Problem statement. Determine the number of lines in the listing that contain "CompareMerge". Write only that number.

Supplied material.
# # # # #

package stria.cli;

import java.io.IOException;
import java.io.OutputStream;
import java.util.ArrayList;
import java.util.List;
import java.util.concurrent.Callable;
import picocli.CommandLine.ArgGroup;
import picocli.CommandLine.Command;
import picocli.CommandLine.Mixin;
import picocli.CommandLine.Model.CommandSpec;
import picocli.CommandLine.Option;
import picocli.CommandLine.Parameters;
import picocli.CommandLine.Spec;
import picocli.CommandLine.ParameterException;
import stria.StriaException;
import stria.compare.CompareMerge;
import stria.compare.CompareWriter;
import stria.out.AtomicOutputs;
import stria.out.ResultFormat;
import stria.out.Tabix;
import stria.shard.ShardMerge;

/**
 * {@code stria merge}: joins the results of all shards of a split scan into the result one scan of the whole
 * genome would have written. Refuses sets that are incomplete or do not belong together.
 */
@Command(name = "merge",
        description = {"Join the results of the shards of one split scan (scan --shard K/N) into one result, or "
                + "the parts of one split comparison (compare --shard K/N, with --tsv).",
                "Files may be given in any order, plain, gzip or BGZF; the set must hold every shard 1..N exactly "
                        + "once, all from the same input and settings.",
                "Each shard or part must end with the closing #end line scan --shard (compare --shard) writes last, "
                        + "and agree with it (a shard "
                        + "cut short, emptied or edited is refused, by name); all are checked before anything is "
                        + "written.",
                ""},
        footer = {"", "Exit status: 0 success, 1 incomplete or mismatched shard set or I/O error, 2 usage error."})
public final class MergeCommand implements Callable<Integer> {

    static final class Target {
        @Option(names = "--bed", paramLabel = "OUT",
                description = "merge BED results into OUT (.gz: BGZF with a tabix index; -: standard output)")
        String bed;

        @Option(names = "--tsv", paramLabel = "OUT",
                description = "merge TSV results into OUT (.gz: BGZF; -: standard output)")
        String tsv;

        @Option(names = "--gff", paramLabel = "OUT",
                description = "merge GFF3 results into OUT (.gz: BGZF with a tabix index; -: standard output)")
        String gff;

        @Option(names = "--catalog", paramLabel = "OUT",
                description = "merge STR catalogues into OUT (.gz: BGZF; -: standard output)")
        String catalog;
    }

    @ArgGroup(exclusive = true, multiplicity = "1")
    Target target;

    @Option(names = "--a-bed", paramLabel = "OUT", description = "comparisons only: also write BED of the changed "
            + "loci in A's coordinates, as compare --a-bed")
    String aBed;

    @Option(names = "--b-bed", paramLabel = "OUT", description = "comparisons only: also write BED of the changed "
            + "loci in B's coordinates, as compare --b-bed")
    String bBed;

    @Option(names = "--summary", paramLabel = "OUT", description = "comparisons only: also write the counts by "
            + "status and period class, as compare --summary")
    String summary;

    @Parameters(arity = "1..*", paramLabel = "FILE", description = "results of the shards of one run")
    List<String> files = new ArrayList<>();

    @Mixin(name = CommonOptions.NAME)
    CommonOptions common;

    @Spec
    CommandSpec spec;

    @Override
    public Integer call() {
        if (!files.isEmpty() && CompareMerge.isComparison(files.get(0))) {
            return mergeComparison();
        }
        if (aBed != null || bBed != null || summary != null) {
            throw new ParameterException(spec.commandLine(), "--a-bed, --b-bed and --summary are for the parts of a "
                    + "comparison; " + files.get(0) + " is a scan result");
        }
        ResultFormat format = target.bed != null ? ResultFormat.BED : target.tsv != null ? ResultFormat.TSV
                : target.gff != null ? ResultFormat.GFF : ResultFormat.CATALOG;
        String out = switch (format) {
            case BED -> target.bed;
            case TSV -> target.tsv;
            case GFF -> target.gff;
            case CATALOG -> target.catalog;
        };
        try (AtomicOutputs outputs = new AtomicOutputs(files)) {
            OutputStream stream = outputs.open(out);
            ShardMerge merge = ShardMerge.check(files, format);
            String command = commandLine();
            if (format == ResultFormat.BED) {
                Tabix.indexOnCommit(outputs, out);
            } else if (format == ResultFormat.GFF) {
                Tabix.indexGffOnCommit(outputs, out);
            }
            merge.writeTo(stream, command);
            try {
                stream.flush();
            } catch (IOException e) {
                throw StriaException.io("cannot write " + out, e);
            }
            outputs.commit();
        }
        return 0;
    }

    /** The parts of a split comparison, into the TSV (and BEDs and summary) of an unsplit one. */
    private int mergeComparison() {
        if (target.tsv == null) {
            throw new ParameterException(spec.commandLine(), "the parts of a comparison merge with --tsv OUT");
        }
        List<String> outs = java.util.Arrays.asList(target.tsv, aBed, bBed, summary);
        CompareMerge merge = CompareMerge.check(files);
        try (AtomicOutputs outputs = new AtomicOutputs(files)) {
            OutputStream tsv = outputs.open(target.tsv);
            OutputStream a = aBed == null ? null : outputs.open(aBed);
            OutputStream b = bBed == null ? null : outputs.open(bBed);
            OutputStream sum = summary == null ? null : outputs.open(summary);
            for (String bed : new String[] {aBed, bBed}) {
                if (bed != null) {
                    Tabix.indexOnCommit(outputs, bed);
                }
            }
            CompareWriter w = new CompareWriter(merge.header(commandLine()), merge.otherContigs(), tsv, target.tsv, a, b);
            merge.rows(w);
            w.finish();
            try {
                if (sum != null) {
                    for (String l : w.summary().lines()) {
                        sum.write((l + "\n").getBytes(java.nio.charset.StandardCharsets.UTF_8));
                    }
                }
                for (OutputStream o : new OutputStream[] {tsv, a, b, sum}) {
                    if (o != null) {
                        o.flush();
                    }
                }
            } catch (IOException e) {
                throw StriaException.io("cannot write " + target.tsv, e);
            }
            outputs.commit();
        }
        return 0;
    }

    private String commandLine() {
        List<String> typed = spec.commandLine().getParseResult().originalArgs();
        String text = String.join(" ", typed);
        return !typed.isEmpty() && typed.get(0).equals("merge") ? text : "merge " + text;
    }
}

# # # # #

Finished exercise. 3